Your task is to return the data below, word for word.
◆ ◆ ◆ ◆ ◆ ◆ ◆
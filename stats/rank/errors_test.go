package rank

import (
	"errors"
	"math"
	"testing"

	"furrow/internal/testkit"
)

// TestDegenerate checks that data problems give errors, never panics.
func TestDegenerate(t *testing.T) {
	nan := math.NaN()
	a := []float64{1, 2, 3, 4}
	cases := map[string]func() error{
		"kw one group":      func() error { _, e := KruskalWallis([][]float64{a}); return e },
		"kw empty group":    func() error { _, e := KruskalWallis([][]float64{a, nil}); return e },
		"kw all tied":       func() error { _, e := KruskalWallis([][]float64{{2, 2}, {2, 2, 2}}); return e },
		"kw nan":            func() error { _, e := KruskalWallis([][]float64{a, {1, nan}}); return e },
		"friedman none":     func() error { _, e := Friedman(nil); return e },
		"friedman one trt":  func() error { _, e := Friedman([][]float64{{1}, {2}}); return e },
		"friedman ragged":   func() error { _, e := Friedman([][]float64{{1, 2}, {2, 3, 4}}); return e },
		"friedman all tied": func() error { _, e := Friedman([][]float64{{1, 1, 1}, {5, 5, 5}}); return e },
		"friedman inf":      func() error { _, e := Friedman([][]float64{{1, math.Inf(1)}, {1, 2}}); return e },
		"sr all zero":       func() error { _, e := SignedRank([]float64{0, 0, 0}, Options{}); return e },
		"sr empty":          func() error { _, e := SignedRank(nil, Options{}); return e },
		"sr nan":            func() error { _, e := SignedRank([]float64{1, nan}, Options{}); return e },
		"sr nan mu":         func() error { _, e := SignedRank(a, Options{Mu: nan}); return e },
		"sr exact ties":     func() error { _, e := SignedRank([]float64{1, 1, 2}, Options{Method: MethodExact}); return e },
		"sr exact zeros":    func() error { _, e := SignedRank([]float64{0, 1, 2}, Options{Method: MethodExact}); return e },
		"sr paired length":  func() error { _, e := SignedRankPaired(a, a[:3], Options{}); return e },
		"rs empty":          func() error { _, e := RankSum(a, nil, Options{}); return e },
		"rs all tied":       func() error { _, e := RankSum([]float64{3, 3}, []float64{3, 3, 3}, Options{}); return e },
		"rs exact ties": func() error {
			_, e := RankSum([]float64{1, 2}, []float64{2, 3}, Options{Method: MethodExact})
			return e
		},
		"rs nan":            func() error { _, e := RankSum([]float64{nan}, a, Options{}); return e },
		"ve none":           func() error { _, e := VanElteren(nil, Options{}); return e },
		"ve three trts":     func() error { _, e := VanElteren([]Stratum{{Groups: [][]float64{a, a, a}}}, Options{}); return e },
		"ve no information": func() error { _, e := VanElteren([]Stratum{{Groups: [][]float64{a, nil}}}, Options{}); return e },
		"ve nan":            func() error { _, e := VanElteren([]Stratum{{Groups: [][]float64{a, {nan}}}}, Options{}); return e },
		"vek mismatch": func() error {
			_, e := VanElterenK([]Stratum{{Groups: [][]float64{a, a}}, {Groups: [][]float64{a}}})
			return e
		},
		"vek all tied":       func() error { _, e := VanElterenK([]Stratum{{Groups: [][]float64{{1, 1}, {1}}}}); return e },
		"vek empty treatmnt": func() error { _, e := VanElterenK([]Stratum{{Groups: [][]float64{a, {5, 6}, nil}}}); return e },
		"welch one group":    func() error { _, e := Welch([][]float64{a}); return e },
		"welch size one":     func() error { _, e := Welch([][]float64{a, {3}}); return e },
		"welch zero var":     func() error { _, e := Welch([][]float64{a, {3, 3, 3}}); return e },
		"welch nan":          func() error { _, e := Welch([][]float64{a, {3, nan}}); return e },
	}
	for name, f := range cases {
		if err := f(); err == nil {
			t.Errorf("%s: no error", name)
		}
	}
	if _, err := KruskalWallis([][]float64{{2, 2}, {2}}); !errors.Is(err, ErrAllTied) {
		t.Errorf("all tied: %v, want ErrAllTied", err)
	}
	if _, err := Welch([][]float64{a, {3}}); !errors.Is(err, ErrTooFew) {
		t.Errorf("welch size one: %v, want ErrTooFew", err)
	}
}

// TestExactDistributions checks properties of the exact null
// distributions: they sum to 1, are symmetric, and match the counts of
// Wilcoxon (1945) for n = 4 (P(V = 0) = 1/16, P(V = 5) = 2/16) and, for
// m = 3, n = 4, the C(7, 3) = 35 subsets, 5 of which give U = 6 (counted
// by hand; R 4.2.2 dwilcox(6, 3, 4) * 35 = 5). Symmetry and the exact
// counts were measured exact on linux/amd64 (a few ulps are allowed, and
// symmetry is relative: the tails reach 1e-61); the sums reach 1 to
// 3.6e-15.
func TestExactDistributions(t *testing.T) {
	for _, n := range []int{1, 4, 10, 50, 200} {
		p := signedRankDist(n)
		var s float64
		for i := range p {
			s += p[i]
			if !testkit.RelClose(p[i], p[len(p)-1-i], 1e-15) {
				t.Fatalf("signed-rank n=%d not symmetric at %d", n, i)
			}
		}
		if !testkit.Close(s, 1, 1e-13) {
			t.Errorf("signed-rank n=%d sums to %g", n, s)
		}
	}
	if p := signedRankDist(4); !testkit.Close(p[0], 1.0/16, 1e-15) || !testkit.Close(p[5], 2.0/16, 1e-15) {
		t.Errorf("n=4: %v", p)
	}
	p := rankSumDist(3, 4)
	if len(p) != 13 || !testkit.Close(p[0], 1.0/35, 1e-15) || !testkit.Close(p[6], 5.0/35, 1e-15) {
		t.Errorf("rank-sum 3,4: %v", p)
	}
	for u := range p {
		if !testkit.Close(p[u], p[12-u], 1e-15) {
			t.Errorf("rank-sum 3,4 not symmetric at %d", u)
		}
	}
}

// TestVanElterenOneStratum checks that a single stratum reduces to the
// rank-sum normal approximation without continuity correction (property;
// van Elteren 1960).
func TestVanElterenOneStratum(t *testing.T) {
	x := []float64{3.1, 4.2, 4.2, 5.9, 7.0}
	y := []float64{1.0, 2.5, 4.2, 3.3, 2.2, 6.1}
	ve, err := VanElteren([]Stratum{{Groups: [][]float64{x, y}}}, Options{Alternative: Greater})
	if err != nil {
		t.Fatal(err)
	}
	rs, err := RankSum(x, y, Options{Alternative: Greater, Method: MethodNormal, NoContinuity: true})
	if err != nil {
		t.Fatal(err)
	}
	// Measured agreement Z 3.0e-16, p 5.9e-16 relative.
	testkit.CheckClose(t, "Z", ve.Z, rs.Z, 1e-14)
	testkit.CheckRelClose(t, "p", ve.P, rs.P, 2e-14)
}

func BenchmarkRankSumExact50(b *testing.B) {
	x := make([]float64, 50)
	y := make([]float64, 50)
	for i := range x {
		x[i] = float64(2*i) + 0.5
		y[i] = float64(2*i + 1)
	}
	for i := 0; i < b.N; i++ {
		if _, err := RankSum(x, y, Options{}); err != nil {
			b.Fatal(err)
		}
	}
}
◆ ◆ ◆ ◆ ◆ ◆ ◆
__FINISHED TASK__:
filename stats/rank/errors_test.go
package rank

import (
	"errors"
	"math"
	"testing"

	"furrow/internal/testkit"
)

// TestDegenerate checks that data problems give errors, never panics.
func TestDegenerate(t *testing.T) {
	nan := math.NaN()
	a := []float64{1, 2, 3, 4}
	cases := map[string]func() error{
		"kw one group":      func() error { _, e := KruskalWallis([][]float64{a}); return e },
		"kw empty group":    func() error { _, e := KruskalWallis([][]float64{a, nil}); return e },
		"kw all tied":       func() error { _, e := KruskalWallis([][]float64{{2, 2}, {2, 2, 2}}); return e },
		"kw nan":            func() error { _, e := KruskalWallis([][]float64{a, {1, nan}}); return e },
		"friedman none":     func() error { _, e := Friedman(nil); return e },
		"friedman one trt":  func() error { _, e := Friedman([][]float64{{1}, {2}}); return e },
		"friedman ragged":   func() error { _, e := Friedman([][]float64{{1, 2}, {2, 3, 4}}); return e },
		"friedman all tied": func() error { _, e := Friedman([][]float64{{1, 1, 1}, {5, 5, 5}}); return e },
		"friedman inf":      func() error { _, e := Friedman([][]float64{{1, math.Inf(1)}, {1, 2}}); return e },
		"sr all zero":       func() error { _, e := SignedRank([]float64{0, 0, 0}, Options{}); return e },
		"sr empty":          func() error { _, e := SignedRank(nil, Options{}); return e },
		"sr nan":            func() error { _, e := SignedRank([]float64{1, nan}, Options{}); return e },
		"sr nan mu":         func() error { _, e := SignedRank(a, Options{Mu: nan}); return e },
		"sr exact ties":     func() error { _, e := SignedRank([]float64{1, 1, 2}, Options{Method: MethodExact}); return e },
		"sr exact zeros":    func() error { _, e := SignedRank([]float64{0, 1, 2}, Options{Method: MethodExact}); return e },
		"sr paired length":  func() error { _, e := SignedRankPaired(a, a[:3], Options{}); return e },
		"rs empty":          func() error { _, e := RankSum(a, nil, Options{}); return e },
		"rs all tied":       func() error { _, e := RankSum([]float64{3, 3}, []float64{3, 3, 3}, Options{}); return e },
		"rs exact ties": func() error {
			_, e := RankSum([]float64{1, 2}, []float64{2, 3}, Options{Method: MethodExact})
			return e
		},
		"rs nan":            func() error { _, e := RankSum([]float64{nan}, a, Options{}); return e },
		"ve none":           func() error { _, e := VanElteren(nil, Options{}); return e },
		"ve three trts":     func() error { _, e := VanElteren([]Stratum{{Groups: [][]float64{a, a, a}}}, Options{}); return e },
		"ve no information": func() error { _, e := VanElteren([]Stratum{{Groups: [][]float64{a, nil}}}, Options{}); return e },
		"ve nan":            func() error { _, e := VanElteren([]Stratum{{Groups: [][]float64{a, {nan}}}}, Options{}); return e },
		"vek mismatch": func() error {
			_, e := VanElterenK([]Stratum{{Groups: [][]float64{a, a}}, {Groups: [][]float64{a}}})
			return e
		},
		"vek all tied":       func() error { _, e := VanElterenK([]Stratum{{Groups: [][]float64{{1, 1}, {1}}}}); return e },
		"vek empty treatmnt": func() error { _, e := VanElterenK([]Stratum{{Groups: [][]float64{a, {5, 6}, nil}}}); return e },
		"welch one group":    func() error { _, e := Welch([][]float64{a}); return e },
		"welch size one":     func() error { _, e := Welch([][]float64{a, {3}}); return e },
		"welch zero var":     func() error { _, e := Welch([][]float64{a, {3, 3, 3}}); return e },
		"welch nan":          func() error { _, e := Welch([][]float64{a, {3, nan}}); return e },
	}
	for name, f := range cases {
		if err := f(); err == nil {
			t.Errorf("%s: no error", name)
		}
	}
	if _, err := KruskalWallis([][]float64{{2, 2}, {2}}); !errors.Is(err, ErrAllTied) {
		t.Errorf("all tied: %v, want ErrAllTied", err)
	}
	if _, err := Welch([][]float64{a, {3}}); !errors.Is(err, ErrTooFew) {
		t.Errorf("welch size one: %v, want ErrTooFew", err)
	}
}

// TestExactDistributions checks properties of the exact null
// distributions: they sum to 1, are symmetric, and match the counts of
// Wilcoxon (1945) for n = 4 (P(V = 0) = 1/16, P(V = 5) = 2/16) and, for
// m = 3, n = 4, the C(7, 3) = 35 subsets, 5 of which give U = 6 (counted
// by hand; R 4.2.2 dwilcox(6, 3, 4) * 35 = 5). Symmetry and the exact
// counts were measured exact on linux/amd64 (a few ulps are allowed, and
// symmetry is relative: the tails reach 1e-61); the sums reach 1 to
// 3.6e-15.
func TestExactDistributions(t *testing.T) {
	for _, n := range []int{1, 4, 10, 50, 200} {
		p := signedRankDist(n)
		var s float64
		for i := range p {
			s += p[i]
			if !testkit.RelClose(p[i], p[len(p)-1-i], 1e-15) {
				t.Fatalf("signed-rank n=%d not symmetric at %d", n, i)
			}
		}
		if !testkit.Close(s, 1, 1e-13) {
			t.Errorf("signed-rank n=%d sums to %g", n, s)
		}
	}
	if p := signedRankDist(4); !testkit.Close(p[0], 1.0/16, 1e-15) || !testkit.Close(p[5], 2.0/16, 1e-15) {
		t.Errorf("n=4: %v", p)
	}
	p := rankSumDist(3, 4)
	if len(p) != 13 || !testkit.Close(p[0], 1.0/35, 1e-15) || !testkit.Close(p[6], 5.0/35, 1e-15) {
		t.Errorf("rank-sum 3,4: %v", p)
	}
	for u := range p {
		if !testkit.Close(p[u], p[12-u], 1e-15) {
			t.Errorf("rank-sum 3,4 not symmetric at %d", u)
		}
	}
}

// TestVanElterenOneStratum checks that a single stratum reduces to the
// rank-sum normal approximation without continuity correction (property;
// van Elteren 1960).
func TestVanElterenOneStratum(t *testing.T) {
	x := []float64{3.1, 4.2, 4.2, 5.9, 7.0}
	y := []float64{1.0, 2.5, 4.2, 3.3, 2.2, 6.1}
	ve, err := VanElteren([]Stratum{{Groups: [][]float64{x, y}}}, Options{Alternative: Greater})
	if err != nil {
		t.Fatal(err)
	}
	rs, err := RankSum(x, y, Options{Alternative: Greater, Method: MethodNormal, NoContinuity: true})
	if err != nil {
		t.Fatal(err)
	}
	// Measured agreement Z 3.0e-16, p 5.9e-16 relative.
	testkit.CheckClose(t, "Z", ve.Z, rs.Z, 1e-14)
	testkit.CheckRelClose(t, "p", ve.P, rs.P, 2e-14)
}

func BenchmarkRankSumExact50(b *testing.B) {
	x := make([]float64, 50)
	y := make([]float64, 50)
	for i := range x {
		x[i] = float64(2*i) + 0.5
		y[i] = float64(2*i + 1)
	}
	for i := 0; i < b.N; i++ {
		if _, err := RankSum(x, y, Options{}); err != nil {
			b.Fatal(err)
		}
	}
}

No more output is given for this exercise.